UNC's team will test healthy children alongside children who are suspected to have genetic diseases already, while Children's Mercy will work on a test it has already developed to rapidly screen babies fro 750 diseases caused by a single genetic defect, including muscular dystrophy, cystic fibrosis and polycystic kidney disease.
"We believe that 30 percent of the babies in our NICUs (neonatal intensive care units) are likely to benefit from next-day genome sequencing. This grant will generate the critical data to guide the use of rapid genome sequencing in the diagnosis and treatment of acutely ill babies," said Dr. Stephen Kingsmore, director of the Center for Pediatric Genomic Medicine at Children’s Mercy.
It does raise delicate questions. “What should doctors tell parents about what was found? How much will all of this cost?” Guttmacher said.
“What is the best way to deliver and present genome sequencing information to parents and clinicians?” added Green.

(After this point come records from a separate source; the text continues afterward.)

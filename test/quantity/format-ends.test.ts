// Rounding where two or three numbers stand together: outward, inward, to spare, short, told apart.

import { describe, expect, test } from 'vitest';
import {
  CURRENT,
  digitsToTell,
  formatReserve,
  formatRow,
  formatValue,
  formatWindow,
  knownUnit,
  PLAIN,
  RESISTANCE,
  VOLTAGE,
} from '../../src/quantity/index.ts';
import type { FormatOptions, FormattedRow, FormattedValue, ValueKind } from '../../src/quantity/index.ts';
import { createDraw } from '../support/counter-random.ts';

describe('one row', () => {
  const row = (low: number | null, nominal: number, high: number | null, kind: ValueKind, options?: FormatOptions) => {
    const shown: FormattedRow = formatRow({ low, nominal, high }, kind, options);
    const text = (value: FormattedValue | null) => value && value.text;
    return [text(shown.low), text(shown.nominal), text(shown.high)];
  };

  test('shares the prefix of the nominal value', () => {
    expect(row(980, 1180.4, 1250, RESISTANCE)).toEqual(['0.980 kΩ', '1.18 kΩ', '1.25 kΩ']);
    expect(row(0.212, 1.16e-3, 9e-4, CURRENT)).toEqual(['212 mA', '1.16 mA', '0.900 mA']);
    expect(row(1e-6, 999.6e-6, 2e-3, CURRENT)).toEqual(['0.00100 mA', '1.00 mA', '2.00 mA']);
  });

  test('an end more than 1000 times away takes its own prefix, at 1000 it does not', () => {
    expect(row(1, 1000, 1e6, RESISTANCE)).toEqual(['0.00100 kΩ', '1.00 kΩ', '1000 kΩ']);
    expect(row(0.99, 1000, 1.01e6, RESISTANCE)).toEqual(['990 mΩ', '1.00 kΩ', '1.01 MΩ']);
  });

  test('rounds the ends outward', () => {
    expect(row(-4.946, -2.2, -0.9991, VOLTAGE)).toEqual(['−4.95 V', '−2.20 V', '−0.999 V']);
    expect(row(14.25, 15, 15.7501, VOLTAGE)).toEqual(['14.2 V', '15.0 V', '15.8 V']);
    expect(row(14.25, 15, 15.75, VOLTAGE, { digits: 4 })).toEqual(['14.25 V', '15.00 V', '15.75 V']);
  });

  test('open ends stay open, infinite ones are infinite', () => {
    expect(row(null, 5e-3, null, CURRENT)).toEqual([null, '5.00 mA', null]);
    expect(row(2e4, Infinity, Infinity, RESISTANCE)).toEqual(['20.0 kΩ', '∞', '∞']);
  });

  test('a nominal value of 0 takes the prefix of the larger end', () => {
    expect(row(-2e-3, 0, 1e-3, VOLTAGE)).toEqual(['−2.00 mV', '0 mV', '1.00 mV']);
    expect(row(0, 0, 0, VOLTAGE)).toEqual(['0 V', '0 V', '0 V']);
  });

  test('an explicit unit or prefix serves the whole row', () => {
    expect(row(0.04, 0.05, 0.06, PLAIN, { unit: knownUnit('%') })).toEqual(['4.00 %', '5.00 %', '6.00 %']);
    expect(row(900, 1000, 1100, RESISTANCE, { prefix: 0 })).toEqual(['900 Ω', '1000 Ω', '1100 Ω']);
  });
});

test('a window to buy from is rounded inward', () => {
  const window = (low: number, high: number) => {
    const shown = formatWindow(low, high, RESISTANCE);
    return [shown.low.text, shown.high.text];
  };
  expect(window(1501, 1829)).toEqual(['1.51 kΩ', '1.82 kΩ']);
  expect(window(1500, 1820)).toEqual(['1.50 kΩ', '1.82 kΩ']);
  expect(window(950.1, 1829)).toEqual(['951 Ω', '1820 Ω']);
  expect(window(1, 2.001e6)).toEqual(['1.00 Ω', '2.00 MΩ']);
  expect(window(0, 1829)).toEqual(['0 kΩ', '1.82 kΩ']);
});

test('what is to spare is rounded down and what is short up', () => {
  expect(formatReserve(0.4029, VOLTAGE)).toMatchObject({ text: '402 mV', short: false });
  expect(formatReserve(-0.4021, VOLTAGE)).toMatchObject({ text: '403 mV', short: true });
  expect(formatReserve(-0.4021, VOLTAGE, { digits: 1 })).toMatchObject({ text: '500 mV', short: true });
  expect(formatReserve(0, VOLTAGE)).toMatchObject({ text: '0 V', short: false });
  expect(formatReserve(Infinity, VOLTAGE)).toMatchObject({ text: '∞', short: false });
});

test('a comparison is given the digits that decide it, and no fewer than asked', () => {
  expect(digitsToTell(1.5, 2)).toBe(3);
  expect(digitsToTell(1.9996, 2)).toBe(5);
  expect(digitsToTell(1.9996, 2, 5)).toBe(5);
  expect(digitsToTell(2, 2 + 4.5e-16)).toBe(17);
  expect(digitsToTell(-1.0001, 1.0001)).toBe(3);
});

test('two different values print differently with the digits that tell them, and not with one less', () => {
  const draw = createDraw(17);
  const wrong: unknown[] = [];
  for (let i = 0; i < 5000; i++) {
    const a = (1 + 9 * draw()) * 10 ** Math.floor(draw() * 4 - 2);
    const b = a * (1 + 10 ** (-1 - 10 * draw()));
    const digits = digitsToTell(a, b);
    const alike = (count: number) =>
      formatValue(a, PLAIN, { digits: count }).text === formatValue(b, PLAIN, { digits: count }).text;
    if (alike(digits) || (digits > 3 && !alike(digits - 1))) wrong.push([a, b, digits]);
  }
  expect(wrong).toEqual([]);
});
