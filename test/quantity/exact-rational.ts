// Exact fractions, so that rounding can be judged without rounding: a double is a whole number over a
// power of two, a printed decimal one over a power of ten.

/** over / under, under > 0. */
export interface Rational {
  readonly over: bigint;
  readonly under: bigint;
}

/** The exact value of a finite double. */
export function rationalOf(value: number): Rational {
  const bits = new DataView(new ArrayBuffer(8));
  bits.setFloat64(0, value);
  const word = bits.getBigUint64(0);
  const biased = Number((word >> 52n) & 0x7ffn);
  const fraction = word & 0xfffffffffffffn;
  const magnitude = biased === 0 ? fraction : fraction | (1n << 52n);
  const exponent = Math.max(biased, 1) - 1075;
  const over = value < 0 ? -magnitude : magnitude;
  return exponent >= 0 ? { over: over << BigInt(exponent), under: 1n } : { over, under: 1n << BigInt(-exponent) };
}

/** The exact value of a decimal such as `-12.50e-3`, and of one unit of its last digit. */
export function rationalOfText(text: string): Rational & { readonly quantum: Rational } {
  const [, sign, whole, fraction = '', exponent = '0'] = /^(-?)(\d+)(?:\.(\d+))?(?:e(-?\d+))?$/.exec(text)!;
  const shift = Number(exponent) - fraction.length;
  const scale = (n: bigint): Rational =>
    shift >= 0 ? { over: n * 10n ** BigInt(shift), under: 1n } : { over: n, under: 10n ** BigInt(-shift) };
  const digits = BigInt(whole + fraction);
  return { ...scale(sign === '-' ? -digits : digits), quantum: scale(1n) };
}

export function plus(a: Rational, b: Rational): Rational {
  return { over: a.over * b.under + b.over * a.under, under: a.under * b.under };
}

export function times(a: Rational, over: bigint, under = 1n): Rational {
  return { over: a.over * over, under: a.under * under };
}

/** -1, 0 or 1 as a is below, equal to or above b. */
export function compare(a: Rational, b: Rational): number {
  const difference = a.over * b.under - b.over * a.under;
  return difference === 0n ? 0 : difference > 0n ? 1 : -1;
}
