import { Board } from './board.ts';
import { currentArrow } from './current-arrow.ts';
import type { Built } from './elements.ts';
import { hangingLeg, lyingLeg, lyingLength, railNeedsName, uprightLeg, WIRE_HALF } from './elements.ts';
import type { Box } from './geometry.ts';
import { boxAround } from './geometry.ts';
import { joinRuns, LABEL_SIZE, plain, textBox, typeset, widthOf } from './labels.ts';
import type { Piece, Plan } from './pieces.ts';
import { BULK_PIN_ROW, GATE_ROW } from './rows.ts';
import type { Rows, Spot } from './rows.ts';
import { CIRCLE_RADIUS, circlePlace } from './places.ts';
import { Reach } from './reach.ts';
import { fetSentence, legSentence, sourceName } from './sentences.ts';
import type { Pin } from './sketch.ts';
import { labelText, Sketch } from './sketch.ts';
import type { SchematicInput, StageLeg } from './stage-input.ts';
import { FET, fetSymbol } from './symbols.ts';
import { leafOf } from './topology.ts';
import type { LineStep, Side, Topology } from './topology.ts';

/** First step away from the end of a wire. */
const STEP = 8;
const STUB = 12;

/** The finished sketch with the wires' nets and pins. */
interface Laid {
  readonly sketch: Sketch;
  readonly pins: readonly Pin[];
  /** The net that stands for all nets joined to one by ties. */
  readonly same: (net: string) => string;
}

/** Puts everything in its place. Distances are drawing units, the channel's middle at (0, 0). */
export function layOut(input: SchematicInput, topology: Topology, plan: Plan): Laid {
  const layout = new Layout(input, topology, plan);
  layout.run();
  return { sketch: layout.sketch, pins: layout.pins, same: layout.sameNet() };
}
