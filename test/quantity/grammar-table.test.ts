// The rows of the grammar's table of examples, as far as numbers and units decide them: what is read as
// a number with its unit, and what is left for the language.

import { expect, test } from 'vitest';
import {
  isUnitFault,
  isUnitSymbol,
  knownUnit,
  readCode,
  scaleToSI,
  scanCode,
  scanUnit,
} from '../../src/quantity/index.ts';

/** Reads `NUMBER [blanks] UNIT` as far as it goes: the SI value, and what is left. */
function readNumber(text: string): readonly [value: number, rest: string] {
  const code = scanCode(text, 0);
  if (code) return [code.value, text.slice(code.end)];
  const [digits] = /^-?\d+(\.\d+)?/.exec(text)!;
  const blanks = /^ */.exec(text.slice(digits.length))![0].length;
  const scanned = scanUnit(text, digits.length + blanks);
  if (isUnitFault(scanned)) return [scaleToSI(digits, null), text.slice(digits.length)];
  return [scaleToSI(digits, scanned.unit), text.slice(scanned.end)];
}

test.each([
  ['10 V / R', 10, ' / R'],
  ['10 V/R', 10, '/R'],
  ['10 V/2', 10, '/2'],
  ['10 V*R', 10, '*R'],
  ['0.01 /V', 0.01, ''],
  ['0.01/V', 0.01, ''],
  ['0.5 V^0.5', 0.5, ''],
  ['1/A1.g_m || R', 1, '/A1.g_m || R'],
  ['1 /A1.g_m', 1, ' /A1.g_m'],
  ['1 /V', 1, ''],
  ['1/50 V', 1, '/50 V'],
  ['-20 V', -20, ''],
  ['-40 degC', 233.15, ''],
  ['5 mA in 2 mA .. 9 mA normal at V_DS = 15 V', 5e-3, ' in 2 mA .. 9 mA normal at V_DS = 15 V'],
  ['10 V^2', 10, ''],
  ['10 V ^ 2', 10, ' ^ 2'],
  ['1M0', 1e6, ''],
  ['4k7', 4700, ''],
  ['4K7', 4700, ''],
  ['47k', 47_000, ''],
  ['470R', 470, ''],
  ['4n7', 4.7e-9, ''],
  ['10p', 10e-12, ''],
  ['4m7', 4, 'm7'],
  ['4k7 ohm', 4700, ' ohm'],
  ['300K', 300, ''],
  ['8 mA in 5 mA ..', 8e-3, ' in 5 mA ..'],
  ['2 mA .. 9 mA', 2e-3, ' .. 9 mA'],
  ['1 nA', 1e-9, ''],
  ['1..5', 1, '..5'],
  ['15 V [see https://x, p. 2] ; [3]', 15, ' [see https://x, p. 2] ; [3]'],
])('%s begins with %d, then "%s"', (text, value, rest) => {
  expect(readNumber(text)).toEqual([value, rest]);
});

test('10 V^2 is in square volts', () => {
  expect(scanUnit('10 V^2', 3)).toMatchObject({ unit: { kind: knownUnit('V*V').kind } });
});

test('4.7k is no code, and its k is a prefix that wants an ohm', () => {
  expect(readCode('4.7k')).toBeNull();
  expect(scanUnit('4.7k', 3)).toMatchObject({ fault: 'prefix alone', text: 'k', hint: 'kohm' });
});

test('R47 is a name: no code and no unit', () => {
  expect(readCode('R47')).toBeNull();
  expect(isUnitSymbol('R47')).toBe(false);
});

test('V is a unit and so no cell name, A1 is none', () => {
  expect(isUnitSymbol('V')).toBe(true);
  expect(isUnitSymbol('A1')).toBe(false);
});

test('300K is kelvin', () => {
  expect(readCode('300K')).toBeNull();
  expect(scanUnit('300K', 3)).toMatchObject({ unit: { kind: knownUnit('K').kind } });
});
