// The preferred numbers against the published tables.

import { expect, test } from 'vitest';
import { SERIES, SERIES_NAMES } from '../../src/quantity/index.ts';
import { PUBLISHED } from './published-series.ts';

const COUNTS = { E3: 3, E6: 6, E12: 12, E24: 24, E48: 48, E96: 96, E192: 192 };

test.each(SERIES_NAMES)('%s is the published table, value for value', (name) => {
  expect(SERIES[name].join(' ')).toBe(PUBLISHED[name]);
  expect(SERIES[name]).toHaveLength(COUNTS[name]);
});

test.each([
  ['E3', 'E6'],
  ['E6', 'E12'],
  ['E12', 'E24'],
  ['E48', 'E96'],
  ['E96', 'E192'],
] as const)('%s is every second value of %s', (coarse, fine) => {
  expect(SERIES[coarse]).toEqual(SERIES[fine].filter((_, i) => i % 2 === 0));
});

test.each(['E48', 'E96', 'E192'] as const)('%s is the rounded geometric series, with the one exception 920', (name) => {
  const count = COUNTS[name];
  const ruled = SERIES[name].map((_, i) => Math.round(100 * 10 ** (i / count)));
  const exceptions = SERIES[name].flatMap((value, i) => (value === ruled[i] ? [] : [[i, ruled[i], value]]));
  expect(exceptions).toEqual(name === 'E192' ? [[185, 919, 920]] : []);
});

test('eight values of E24 are not those of the rounded geometric series', () => {
  const off = SERIES.E24.filter((value, i) => value !== Math.round(10 * 10 ** (i / 24)));
  expect(off).toEqual([27, 30, 33, 36, 39, 43, 47, 82]);
});

test('thirteen values of E24 are not in E192', () => {
  const missing = SERIES.E24.filter((value) => !SERIES.E192.includes(value * 10));
  expect(missing).toEqual([22, 27, 30, 33, 36, 39, 43, 51, 56, 62, 68, 82, 91]);
});

test.each(SERIES_NAMES)(
  'no two neighbours of %s have a rational geometric mean, so that nearest has no tie',
  (name) => {
    const series = SERIES[name];
    const ties = series.filter((value, i) => Number.isInteger(Math.sqrt(value * (series[i + 1] ?? series[0] * 10))));
    expect(ties).toEqual([]);
  },
);
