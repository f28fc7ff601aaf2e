"""The proof that two circuits correspond under pairs of nodes on all loops: equal excitations, equal outputs.

Theorem. Let both circuits settle in every run, and let each change have one end, from their start states. Let K be
nodes of the original on every loop of it, m an injective map to nodes of the other circuit on every loop of that, each
pair equal or inverse. For every input vector that `assume` admits and all values of K, let what the nodes of K are
excited to, with all nodes outside K without delay, correspond to the same of m(K); where these values of K reproduce
themselves, let the compared outputs be equal. Then each stable total state of the original corresponds to one of the
other circuit with the same inputs and, up to inversion, the same values of K; start states that correspond are good
pairs.

Proof. Stable states are the values of inputs and K that reproduce themselves, hence correspond one to one, with equal
outputs; so start states correspond, where values of `start` that name other signals of the original are read over K.
Take a corresponding pair and a change or burst; let all members arrive before any node switches, then let the nodes
outside the cut switch one at a time until they are calm, which they become because no loop is left, then one excited
node of K and its partner, and so on, nodes of K in turn. Delays are arbitrary, a step of one node is lawful under both
switching rules and between exclusive pairs, and no node waits for ever: these are fair runs of both circuits, so they
end, in corresponding states. As every other run ends there too, the pair of ends corresponds. Guards are read off the
original in stable states, where they are functions of inputs and K as well.
"""

from __future__ import annotations

from dataclasses import replace
from functools import cached_property

from settled.models.environment import Guard
from settled.models.logic import FALSE, Expr, not_, rename, var, xor
from settled.verify.limits import Limits
from settled.verify.matching.cuts import Pairs
from settled.verify.matching.guesses import Partner
from settled.verify.never import Never, confirm
from settled.verify.questions import Differs, Task
from settled.verify.settled_states import Settled


class Correspondence:
    """Both circuits over the inputs and the pairs of a joint cut. Variables are the original's nodes."""

    def __init__(self, task: Task, question: Differs, pairs: Pairs) -> None:
        self.original, self.other, self.environment, self.pairs = task.circuit, question.other, task.environment, pairs
        self.outputs = question.outputs
        self.left = Settled(self.original, [*pairs])
        self.right = Settled(self.other, [p.node for p in pairs.values()])
        self._names = {p.node: _signed(var(n), p) for n, p in pairs.items()}

    @cached_property
    def assumed(self) -> list[Expr]:
        """What is true of the inputs."""
        return self.original.resolve(*self.environment.assume)

    @cached_property
    def nodes(self) -> dict[str, Expr]:
        """By node of the original in the cut, where it and its partner are excited to what does not correspond."""
        found = {}
        for n, p in self.pairs.items():
            theirs = _signed(self._facing(self.right.follows[p.node]), p)
            found[n] = _differ(self.left.follows[n], theirs)
        return found

    @cached_property
    def shown(self) -> dict[str, Expr]:
        """By compared output, where it differs in stable states."""
        found = {}
        for z in self.outputs:
            theirs = self._facing(self.right.in_rest(self.other.signal(z)))
            found[z] = _differ(self.left.in_rest(self.original.signal(z)), theirs)
        return found

    def wrong_nodes(self, limits: Limits) -> list[str]:
        """The nodes of the cut that do not correspond for some admitted inputs and values of the cut."""
        never = Never(self.assumed, limits)
        return [n for n, e in self.nodes.items() if not never([e])]

    def wrong_outputs(self, limits: Limits) -> list[str]:
        """The compared outputs that differ in some stable states that correspond."""
        never = Never([*self.assumed, *self.left.conditions], limits)
        return [z for z, e in self.shown.items() if not never([e])]

    def confirm(self, limits: Limits) -> None:
        """Let z3 confirm that nothing is wrong. Raises `NotConfirmed`."""
        confirm(self.assumed, [*self.nodes.values()], limits)
        confirm([*self.assumed, *self.left.conditions], [*self.shown.values()], limits)

    def _facing(self, e: Expr) -> Expr:
        """An expression over inputs and nodes of the other cut, over those of the original."""
        return rename([e], self._names)[0]

    def facing_task(self, limits: Limits) -> Task:
        """The other circuit where it meets the original: guards and `start` read over the corresponding nodes."""
        back = {n: _signed(var(p.node), p) for n, p in self.pairs.items()}

        def over(e: Expr) -> Expr:
            return rename([self.left.in_rest(e)], back)[0]

        guards = {x: Guard(over(g.rises), over(g.falls), g.must) for x, g in self.environment.guards.items()}
        named = {s: s if s in self.other.inputs else f"{s} of {self.original.name}" for s in self.environment.start}
        defined = {new: over(self.original.signal(s)) for s, new in named.items() if new != s}
        start = {named[s]: v for s, v in self.environment.start.items()}
        circuit = replace(self.other, defined={**self.other.defined, **defined})
        return Task(circuit, replace(self.environment, guards=guards, start=start), limits)


def _differ(a: Expr, b: Expr) -> Expr:
    return FALSE if a is b else xor(a, b)


def _signed(e: Expr, partner: Partner) -> Expr:
    return not_(e) if partner.inverse else e
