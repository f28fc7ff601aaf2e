"""Two circuits unrolled change by change, as formulas: which inputs make their outputs differ first.

Both must settle with one end after every change from any stable state. The end is then what any ordering leads to;
here the nodes outside a cut of the loops have no delay, and those of the cut switch together, round by round, for as
many rounds as it can take.
"""

from __future__ import annotations

from collections.abc import Mapping, Sequence
from itertools import combinations

from settled.models.environment import Environment
from settled.models.logic import FALSE, TRUE, Expr, and_, evaluate, ite, not_, or_, rename, var, xor
from settled.verify.known_responses import changes
from settled.verify.limits import Limits
from settled.verify.matching.guesses import Partner
from settled.verify.never import Never
from settled.verify.settled_states import Settled
from settled.verify.stable_states import start_conditions

ROUNDS = 40


def rounds_needed(settled: Settled, environment: Environment, limits: Limits) -> int | None:
    """How many rounds the cut takes at most to come to rest after a change; None when that is more than 40."""
    most = 0
    for change in changes(settled, environment, environment.changes):
        never, taken = Never(change.conditions, limits), 0
        inputs = {x: xor(var(x), m) for x, m in change.moved.items()}
        now = {k: var(k) for k in settled.cut}
        while True:
            then = one_round(settled, inputs | now)
            if never([xor(then[k], now[k]) for k in settled.cut if then[k] is not now[k]]):
                break
            if taken == ROUNDS:
                return None
            now, taken = then, taken + 1
        most = max(most, taken)
    return most


def one_round(settled: Settled, now: Mapping[str, Expr]) -> dict[str, Expr]:
    """What the nodes of the cut come to when all of them switch that are excited."""
    return dict(zip(settled.cut, rename([*settled.follows.values()], now), strict=True))


class Machine:
    """One circuit from stable state to stable state. Variables of the cut carry a tag, those of inputs are shared."""

    def __init__(self, settled: Settled, tag: str, rounds: int) -> None:
        self.settled, self.tag, self.rounds = settled, tag, rounds

    def at(self, moment: int) -> dict[str, Expr]:
        """The variables of inputs and cut in the stable state after so many changes."""
        inputs = {x: var(f"{x} after {moment}") for x in self.settled.circuit.inputs}
        return inputs | {k: var(f"{self.tag} {k} after {moment}") for k in self.settled.cut}

    def begins(self, environment: Environment) -> list[Expr]:
        """That the first state is a start state."""
        given = start_conditions(self.settled.circuit, environment)
        return rename([*self.settled.conditions, *map(self.settled.in_rest, given)], self.at(0))

    def moves(self, moment: int) -> list[Expr]:
        """That the cut comes to its values after a change from those before it."""
        then = self.at(moment)
        now = then | {k: self.at(moment - 1)[k] for k in self.settled.cut}
        for _ in range(self.rounds):
            now |= one_round(self.settled, now)
        return [not_(xor(then[k], now[k])) for k in self.settled.cut]

    def total(self, moment: int) -> list[Expr]:
        """The values of all inputs and nodes after so many changes."""
        return rename([self.settled.value[s] for s in self.settled.circuit.signals], self.at(moment))

    def shows(self, moment: int, outputs: Sequence[str]) -> list[Expr]:
        """The values of outputs after so many changes."""
        return rename([self.settled.in_rest(self.settled.circuit.signal(z)) for z in outputs], self.at(moment))


class Unrolled:
    """Both circuits under the same changes, from start states with the same inputs; guards are the original's."""

    def __init__(self, machines: tuple[Machine, Machine], rules: tuple[Environment, Environment], limits: Limits):
        self.machines, self.environment, self.limits = machines, rules[0], limits
        self.never = Never([], limits)
        self.length = 0
        self.alike: list[tuple[str, Partner]] = []
        for machine, environment in zip(machines, rules, strict=True):
            self.never.require(*machine.begins(environment))

    def one_more(self) -> None:
        """One more change."""
        self.length += 1
        self.never.require(*self._change())
        for machine in self.machines:
            self.never.require(*machine.moves(self.length))

    def _change(self) -> list[Expr]:
        original, settled = self.machines[0], self.machines[0].settled
        before, then = original.at(self.length - 1), original.at(self.length)
        moved = {x: xor(before[x], then[x]) for x in settled.circuit.inputs}
        rules = rename(settled.circuit.resolve(*self.environment.assume), then)
        for x, moves in moved.items():
            guard = self.environment.guard(x)
            may = settled.in_rest(ite(var(x), guard.falls, guard.rises))
            rules.append(or_(not_(moves), *rename([may], before)))
        if self.environment.changes == "single":
            rules += [not_(and_(a, b)) for a, b in combinations(moved.values(), 2)]
        return [*rules, or_(*moved.values())]

    def apart(self, outputs: Sequence[str]) -> bool:
        """Whether the outputs can differ after the last change."""
        shown = zip(*(m.shows(self.length, outputs) for m in self.machines), strict=True)
        return self.never.solve([self.never.literal(or_(*(xor(a, b) for a, b in shown)))])

    def settle_alike(self) -> None:
        """Of the pairs in `alike` keep those that cannot differ after the last change, and say so to the solver.

        This is no new knowledge, but makes what comes after it easy.
        """
        one, two = (m.at(self.length) for m in self.machines)
        apart = {n: xor(one[n], two[p.node], TRUE if p.inverse else FALSE) for n, p in self.alike}
        while apart and self.never.solve([self.never.literal(or_(*apart.values()))]):
            apart = {n: e for n, e in apart.items() if not self.never.is_true(e)}
        self.alike = [(n, p) for n, p in self.alike if n in apart]
        self.never.require(*(not_(e) for e in apart.values()))

    def states(self) -> tuple[list[int], list[int]]:
        """The total states of both sides after each change in the model found last."""
        found: list[list[int]] = []
        for machine in self.machines:
            values = self.never.model([e.name for t in range(self.length + 1) for e in machine.at(t).values()])
            found.append([pack_total(machine, t, values) for t in range(self.length + 1)])
        return found[0], found[1]


def pack_total(machine: Machine, moment: int, values: Mapping[str, int]) -> int:
    """The packed total state after so many changes, where inputs and cut have the given values."""
    bits = evaluate(machine.total(moment), values)
    return sum(bit << i for i, bit in enumerate(bits))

Another important question, says NHGRI’s Anastasia Wise, is how to handle what are called incidental findings – something discovered by accident. Do parents want to know, for instance, that their child carries a high genetic risk of a certain cancer?
“How do the parents feel? What do they understand?” added NICHD’S Tiina Urv.
There are medical questions, too. "Some of the disorders we pick up during screening are chemical abnormalities, but we don’t know whether they will actually cause problems for the child," said UCSF's Dr. Robert Nussbaum, who will direct one of the studies. "We’d like to know whether there is something in the children’s genes that determines whether these abnormalities actually will cause disease.”
At least one consumer advocacy group, Public Citizen, expressed some concerns. “It’s actually proceeding to do genomic sequencing in newborns while at the same time trying to determine what are the ethical implications of that. Maybe they are getting ahead of themselves,” said the group’s Dr. Michael Carome.
Carome’s group has petitioned the Health and Human Services Department about different NIH research involving newborns, saying parents were not adequately informed of the dangers. That study involved more than 1,300 premature babies who were given differing amounts of oxygen to see if there was a difference in whether they survived and how healthy they were.
Premature babies given too much oxygen can become blind, while those given too little are more likely to die. In the trial, 20 percent of the babies given lower amounts of oxygen died, compared to 16 percent of those given more. Public Citizen’s complaint was that parent’s weren’t adequately told of the risks to their babies.